Kulturberichterstattung durch öffentlich-rechtliche Medien – konkret in Form von MDR Klassik mit Programmformaten wie dem bereits abgesetzten Opernmagazin, regelmäßigen Theater- und Konzertberichten, Premierenankündigungen, Kritiken und Hintergrundbeiträgen – ist für uns kein Luxus, sondern ein zentraler Bestandteil der kulturellen Öffentlichkeit. Der MDR als öffentlich-rechtlicher Sender hat aus dem Staatsvertrag den Auftrag die kulturelle Vielfalt der Region sichtbar und Debatten über Theater- und Musiktheaterproduktionen möglich zu machen. Eine Reduktion der Berichterstattung schwächt die Kulturlandschaft der Region und damit ihr demokratisches Fundament.
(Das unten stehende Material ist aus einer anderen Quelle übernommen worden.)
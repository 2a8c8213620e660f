"""The judgements of the date checks (:mod:`unmix.cube.date_checks`): what each condition's measures mean for
each date (left out, flagged, resampled), the verdict line of each condition and the warnings.

Messages describe the settings in words (the command line adds its option names where it prints them).
"""

from __future__ import annotations

from typing import TYPE_CHECKING, NamedTuple

import numpy as np
import xarray as xr

from ..comparability import WARN_SHIFT
from ..errors import ComparabilityWarning
from .radiometry import date_label

if TYPE_CHECKING:
    from .date_checks import CheckSettings

__all__ = ["Verdict", "Account", "reference_verdict", "judge_registration", "judge_radiometry"]


class Verdict(NamedTuple):
    """One line on one condition, and the settings (fields of :class:`CheckSettings`) that act on it."""

    text: str
    settings: tuple[str, ...] = ()


def listed(items: list[str], most: int = 4) -> str:
    """At most ``most`` items, then how many more (the ledger lists them all)."""
    shown = ", ".join(items[:most])
    return shown + (f" and {len(items) - most} more" if len(items) > most else "")


class Account:
    """The running account of the record: per date why it is left out and what is flagged, the verdicts
    and the warnings."""

    def __init__(self, times: np.ndarray):
        self.times = times
        self.reasons: list[list[str]] = [[] for _ in range(times.size)]
        self.flags: list[list[str]] = [[] for _ in range(times.size)]
        self.verdicts: list[Verdict] = []
        self.warnings: list[ComparabilityWarning] = []

    def say(self, text: str, *settings: str) -> None:
        self.verdicts.append(Verdict(text, tuple(settings)))

    def warn(self, text: str, *settings: str) -> None:
        self.warnings.append(ComparabilityWarning(text, settings=settings))

    def day(self, i: int) -> str:
        return date_label(self.times[i])


def reference_verdict(rec: Account, ref, fits, settings: CheckSettings, sub: xr.DataArray, choice: str = "") -> None:
    text = f"reference date: {date_label(ref)}" + (f" ({choice or 'most valid pixels'})" if settings.reference is None else "")
    if fits is not None and fits.attrs.get("grouped_by"):
        sensors = np.asarray(sub["sensor"].values).astype(str)
        refs = {s: r for s, r in zip(sensors, fits["reference"].values) if r}
        if len(set(sensors.tolist())) > 1:
            text += (f"; radiometry within each of {len(set(sensors.tolist()))} sensors against a date of its own ("
                     + ", ".join(f"{s} {r}" for s, r in refs.items()) + ")")
    rec.say(text)


def judge_registration(rec: Account, shifts, index: np.ndarray, settings: CheckSettings, band_label: str) -> np.ndarray:
    """Leave out, flag or mark for resampling the shifted dates; the dates of ``index`` to resample."""
    from .comparability import registration_verdict

    verdict = registration_verdict(shifts, max_shift=settings.max_shift).values
    size = np.hypot(shifts["shift_y"].values, shifts["shift_x"].values)
    correct = np.zeros(index.size, bool)
    limit = f"the {settings.max_shift:g} px allowed"
    warned, left, unmeasured = [], [], []
    for j, i in enumerate(index):
        if verdict[j] == "failed":  # kept, but flagged and said (never passed as measured)
            why = str(shifts["reason"].values[j])
            rec.flags[i].append(why if why.startswith("shift not measured") else f"shift not measured: {why}")
            unmeasured.append(rec.day(i))
        elif verdict[j] == "exclude" and not settings.correct_shift:
            rec.reasons[i].append(f"shifted {size[j]:.2f} px (more than {limit})")
            left.append(f"{rec.day(i)} {size[j]:.2f} px")
        elif verdict[j] in ("warn", "exclude"):
            warned.append(f"{rec.day(i)} {size[j]:.2f} px")
            if settings.correct_shift:
                correct[j] = True
                rec.flags[i].append(f"resampled by its shift ({size[j]:.2f} px)")
            else:
                rec.flags[i].append(f"shifted {size[j]:.2f} px")
    if warned and not settings.correct_shift:
        rec.warn(f"dates shifted more than {WARN_SHIFT:g} pixel against "
                 f"{date_label(shifts.attrs.get('reference', rec.times[index[0]]))}: {listed(warned)}; check the "
                 "co-registration (resampling each date by its measured shift corrects them)", "correct_shift")
    measured = len(index) - 1 - len(unmeasured)
    if measured <= 0:
        rec.say(f"co-registration ({band_label}): not measurable on this stack "
                f"({shifts['reason'].values[verdict == 'failed'][0]}); dates kept")
        return correct
    if unmeasured:
        rec.warn(f"the shift of {len(unmeasured)} date(s) could not be measured ({listed(unmeasured)}: see the "
                 "ledger's reason); they are kept unchecked")
    head = f"co-registration ({band_label}): largest shift {np.nanmax(size):.2f} px; "
    tail = f"; {len(unmeasured)} not measured" if unmeasured else ""
    if settings.correct_shift:
        rec.say(head + f"{len(warned)} date(s) shifted more than {WARN_SHIFT:g} px, resampled by their measured shift"
                + (f": {listed(warned)}" if warned else "") + tail, "correct_shift")
        return correct
    rec.say(head + f"{len(left)} date(s) shifted more than {limit}" + (f", left out: {listed(left)}" if left else "")
            + (f"; {len(warned)} above {WARN_SHIFT:g} px, kept: {listed(warned)}" if warned else "") + tail,
            "max_shift")
    return correct


def judge_radiometry(rec: Account, fits, index: np.ndarray, settings: CheckSettings, bands: list[str]) -> None:
    """Flag, or leave out, the dates whose radiometry departs from their reference."""
    gain = fits["gain"].transpose("time", "band").values
    flagged, unmeasured = [], []
    for j, i in enumerate(index):
        flag = str(fits["flag"].values[j])
        if not flag:
            continue
        departs = "gain departs" in flag or "poor fit" in flag
        if departs and settings.exclude_radiometry:
            rec.reasons[i].append(f"radiometry departs (flagged dates left out): {flag}")
        else:
            rec.flags[i].append(f"radiometry: {flag}")
        if flag.startswith(("too few", "not measured")):
            unmeasured.append(rec.day(i))  # no invariant pixels to fit: said in the ledger, not a departure
            if settings.normalise:  # nothing to apply: the date is unmixed as it is (normalise_cube)
                rec.flags[i].append("not normalised (no fit)")
        elif departs:  # (a note on the fit, e.g. IR-MAD still moving, stays in the ledger: not a departure)
            g = gain[j]
            k = int(np.nanargmax(np.abs(g - 1.0))) if np.isfinite(g).any() else 0
            flagged.append(f"{rec.day(i)} ({bands[k]} gain {g[k]:.2f}" + (", poor fit" if "poor fit" in flag else "")
                           + ")")
    if flagged:
        text = (f"radiometry departs from the reference date on {len(flagged)} date(s): {listed(flagged)} (the "
                "ledger has every band's gain, offset and R²)")
        if settings.exclude_radiometry:
            rec.warn(text + "; left out, as asked for dates with flagged radiometry", "exclude_radiometry")
        elif settings.normalise:
            rec.warn(text)
        else:
            rec.warn(text + "; normalising applies the fitted gains and offsets, or such dates can be left out",
                     "normalise", "exclude_radiometry")
    rec.say(f"radiometry: {len(flagged)} date(s) flagged" + (f" ({listed(flagged)})" if flagged else "")
            + (f"; {len(unmeasured)} not measurable (too few invariant pixels, see the ledger)"
               + (", unmixed as they are" if settings.normalise else "") if unmeasured else "")
            + ("; left out" if settings.exclude_radiometry and flagged else "")
            + ("; normalised" if settings.normalise else "; measured, not applied"))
In der Präambel im Staatsvertrag über den Mitteldeutschen Rundfunk heißt es: „Sie (der Freistaat Sachsen, das Land Sachsen-Anhalt und der Freistaat Thüringen) wollen damit den freiheitlich demokratischen Rechtsstaat und seine Institutionen stärken, in den drei mitteldeutschen Ländern die kulturelle Vielfalt und Identität fördern sowie den zum demokratischen Dialog, zur Sicherung der Meinungsvielfalt und Erhalt der Lebensgrundlagen und des Friedens beitragen.“
Die Kulturberichterstattung erfüllt mindestens vier wichtige Funktionen:
1. Publikumsmobilisierung und -information
Radioberichterstattung informiert breite Bevölkerungsgruppen über Spielpläne, Premieren, Gastspiele und Sonderveranstaltungen. Gerade für ältere Hörerinnen und Hörer, Pendlerinnen und Pendler sowie Menschen mit eingeschränkter Mobilität ist Radio ein wichtiger Zugang zur Theaterwelt. Die geplante Verschiebung ins Digitale würde an der Zielgruppe vorbeigehen und ist kein Ersatz für das Radioformat.
2. Kulturelle Meinungsbildung
Kritiken, Porträts und Debattenangebote schaffen Öffentlichkeit für künstlerische Arbeit, ermöglichen ästhetische Einordnung und tragen zur künstlerischen Qualitätssicherung bei. Ohne diese Debatten droht kultureller Diskurs zu verschwinden.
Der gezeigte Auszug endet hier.